{"title":"Single-Snapshot File System Analysis","authors":"Avani Wildani, I. Adams, E. L. Miller","doi":"10.1109/MASCOTS.2013.47","DOIUrl":null,"url":null,"abstract":"Metadata snapshots are a common method for gaining insight into file systems due to their small size and relative ease of acquisition. Since they are static, most researchers have used them for relatively simple analyses such as file size distributions and age of files. We hypothesize that it is possible to gain much richer insights into file system and user behavior by clustering features in metadata snapshots and comparing the entropy within clusters to the entropy within natural partitions such as directory hierarchies. We discuss several different methods for gaining deeper insights into metadata snapshots, and show a small proof of concept using data from Los Alamos National Laboratories.
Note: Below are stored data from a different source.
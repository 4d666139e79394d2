import { getDaysInMonth, getISOWeek, getISOWeeksInYear, getISOWeekYear, isLeapYear as isLeapYearOfLibrary } from 'date-fns';
import fc from 'fast-check';
import { describe, expect, it } from 'vitest';
import {
  civilOf,
  dayOf,
  dayOfYear,
  daysInMonth,
  daysInYear,
  firstSundayOf,
  isLeapYear,
  isoWeekday,
  isoWeekOf,
  isoWeeksIn,
  isoWeekStart,
  parseDay,
  quarterOfMonth,
  writeDay,
} from '#domain/dates/day.ts';

const MS_A_DAY = 86_400_000;
const FIRST = dayOf(1499, 1, 1);
const LAST = dayOf(2201, 12, 31);
const anyDay = fc.integer({ min: FIRST, max: LAST });

/** The same day at noon where the test runs, which is what the library works on. */
function noonOf(day: number): Date {
  const { year, month, day: dayOfMonth } = civilOf(day);
  return new Date(year, month - 1, dayOfMonth, 12);
}

describe('a day as an integer', () => {
  it('counts from 1970-01-01', () => {
    expect(dayOf(1970, 1, 1)).toBe(0);
    expect(dayOf(1969, 12, 31)).toBe(-1);
  });

  it('names every day of seven centuries as the platform’s calendar does in UTC', { timeout: 30_000 }, () => {
    for (let day = FIRST; day <= LAST; day += 1) {
      const date = new Date(day * MS_A_DAY);
      const civil = { year: date.getUTCFullYear(), month: date.getUTCMonth() + 1, day: date.getUTCDate() };
      const ours = civilOf(day);
      if (ours.year !== civil.year || ours.month !== civil.month || ours.day !== civil.day || dayOf(civil.year, civil.month, civil.day) !== day) {
        expect(ours).toEqual(civil);
      }
    }
    expect(LAST - FIRST + 1).toBe(703 * 365 + 170);
  });

  it('reads and writes what the platform does, under any time zone', () => {
    fc.assert(
      fc.property(anyDay, (day) => {
        const iso = new Date(day * MS_A_DAY).toISOString().slice(0, 10);
        expect(writeDay(day)).toBe(iso);
        expect(parseDay(iso)).toEqual({ ok: true, value: day });
      }),
    );
  });

  it('is the same number in New York and on Lord Howe', () => {
    expect(['America/New_York', 'Australia/Lord_Howe']).toContain(Intl.DateTimeFormat().resolvedOptions().timeZone);
    const summerTimeEnds = ['1939-04-30', '1945-09-30', '2026-03-08', '2026-04-05', '2026-10-04', '2026-11-01'];
    expect(summerTimeEnds.map(parseDay)).toEqual([-11_204, -8_859, 20_520, 20_548, 20_730, 20_758].map((value) => ({ ok: true, value })));
  });

  it('knows leap years, the centuries too', { timeout: 30_000 }, () => {
    expect([1600, 1700, 1800, 1900, 2000, 2100, 1904, 1939].map(isLeapYear)).toEqual([true, false, false, false, true, false, true, false]);
    for (let year = 1500; year <= 2200; year += 1) {
      expect(isLeapYear(year)).toBe(isLeapYearOfLibrary(new Date(year, 5, 1)));
      expect(daysInYear(year)).toBe(dayOf(year + 1, 1, 1) - dayOf(year, 1, 1));
      for (let month = 1; month <= 12; month += 1) expect(daysInMonth(year, month)).toBe(getDaysInMonth(new Date(year, month - 1, 15)));
    }
  });

  it('numbers ISO weeks as date-fns does', { timeout: 30_000 }, () => {
    fc.assert(
      fc.property(anyDay, (day) => {
        const noon = noonOf(day);
        expect(isoWeekOf(day)).toEqual({ year: getISOWeekYear(noon), week: getISOWeek(noon) });
        expect(isoWeeksIn(isoWeekOf(day).year)).toBe(getISOWeeksInYear(noon));
        expect(isoWeekday(day)).toBe(noon.getDay() === 0 ? 7 : noon.getDay());
        const { year, week } = isoWeekOf(day);
        expect(day - isoWeekStart(year, week)).toBe(isoWeekday(day) - 1);
      }),
      { numRuns: 2_000 },
    );
  });

  /** Examples of ISO 8601: 1 January 1977 is in week 53 of 1976, 31 December 2008 in week 1 of 2009. */
  it.each([
    ['1977-01-01', 1976, 53],
    ['2008-12-31', 2009, 1],
    ['2010-01-03', 2009, 53],
    ['1985-04-12', 1985, 15],
  ])('puts %s in a week of %i, the %i.', (iso, year, week) => {
    const day = parseDay(iso);
    expect(day.ok && isoWeekOf(day.value)).toEqual({ year, week });
  });

  it('finds ordinal days, quarters and first Sundays', () => {
    expect(dayOfYear(dayOf(1985, 4, 12))).toBe(102);
    expect(dayOfYear(dayOf(2000, 12, 31))).toBe(366);
    expect([1, 3, 4, 12].map(quarterOfMonth)).toEqual([1, 1, 2, 4]);
    // 49 CFR 574.5: the first full week of 2009 began on Sunday, 4 January.
    expect(writeDay(firstSundayOf(2009))).toBe('2009-01-04');
    expect(writeDay(firstSundayOf(2012))).toBe('2012-01-01');
  });
});

describe('parseDay', () => {
  it.each(['', '1939', '1939-3-12', '39-03-12', '1939-03-12T00:00', ' 1939-03-12', '1939/03/12', '+1939-03-12', '١٩٣٩-٠٣-١٢'])(
    'refuses “%s”, which is not how a date is written',
    (text) => {
      expect(parseDay(text)).toMatchObject({ ok: false, fault: { code: 'not-a-date' } });
    },
  );

  it.each(['1939-02-29', '1900-02-29', '1939-13-01', '1939-00-10', '1939-04-31', '1939-01-00', '1939-01-32'])(
    'refuses %s, which the calendar doesn’t have',
    (text) => {
      expect(parseDay(text)).toMatchObject({ ok: false, fault: { code: 'no-such-day' } });
    },
  );

  it('takes the leap day where there is one', () => {
    expect(parseDay('2000-02-29')).toEqual({ ok: true, value: dayOf(2000, 2, 29) });
  });
});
In our initial work, we see evidence that it is possible to identify user locality information, traditionally the purview of dynamic traces, using a single static snapshot.","PeriodicalId":385538,"journal":{"name":"2013 IEEE 21st International Symposium on Modelling, Analysis and Simulation of Computer and Telecommunication Systems","volume":"37 1","pages":"0"},"PeriodicalIF":0.0000,"publicationDate":"2013-08-14","publicationTypes":"Journal Article","fieldsOfStudy":null,"isOpenAccess":false,"openAccessPdf":"","citationCount":"4","resultStr":null,"platform":"Semanticscholar","paperid":null,"PeriodicalName":"2013 IEEE 21st International Symposium on Modelling, Analysis and Simulation of Computer and Telecommunication Systems","FirstCategoryId":"1085","ListUrlMain":"https://doi.org/10.1109/MASCOTS.2013.47","RegionNum":0,"RegionCategory":null,"ArticlePicture":[],"TitleCN":null,"AbstractTextCN":null,"PMCID":null,"EPubDate":"","PubModel":"","JCR":"","JCRName":"","Score":null,"Total":0}
引用次数: 4
Abstract
Metadata snapshots are a common method for gaining insight into file systems due to their small size and relative ease of acquisition. Since they are static, most researchers have used them for relatively simple analyses such as file size distributions and age of files. We hypothesize that it is possible to gain much richer insights into file system and user behavior by clustering features in metadata snapshots and comparing the entropy within clusters to the entropy within natural partitions such as directory hierarchies. We discuss several different methods for gaining deeper insights into metadata snapshots, and show a small proof of concept using data from Los Alamos National Laboratories. In our initial work, we see evidence that it is possible to identify user locality information, traditionally the purview of dynamic traces, using a single static snapshot.
元数据快照是深入了解文件系统的常用方法,因为它们体积小且相对容易获取。由于它们是静态的,大多数研究人员使用它们进行相对简单的分析,例如文件大小分布和文件年龄。我们假设,通过对元数据快照中的特征进行集群,并将集群内的熵与自然分区(如目录层次结构)内的熵进行比较,可以更深入地了解文件系统和用户行为。我们讨论了几种不同的方法来获得对元数据快照的更深入的了解,并使用来自Los Alamos National Laboratories的数据展示了一个小的概念证明。在我们最初的工作中,我们看到有证据表明,使用单个静态快照可以识别用户位置信息(传统上是动态跟踪的范围)。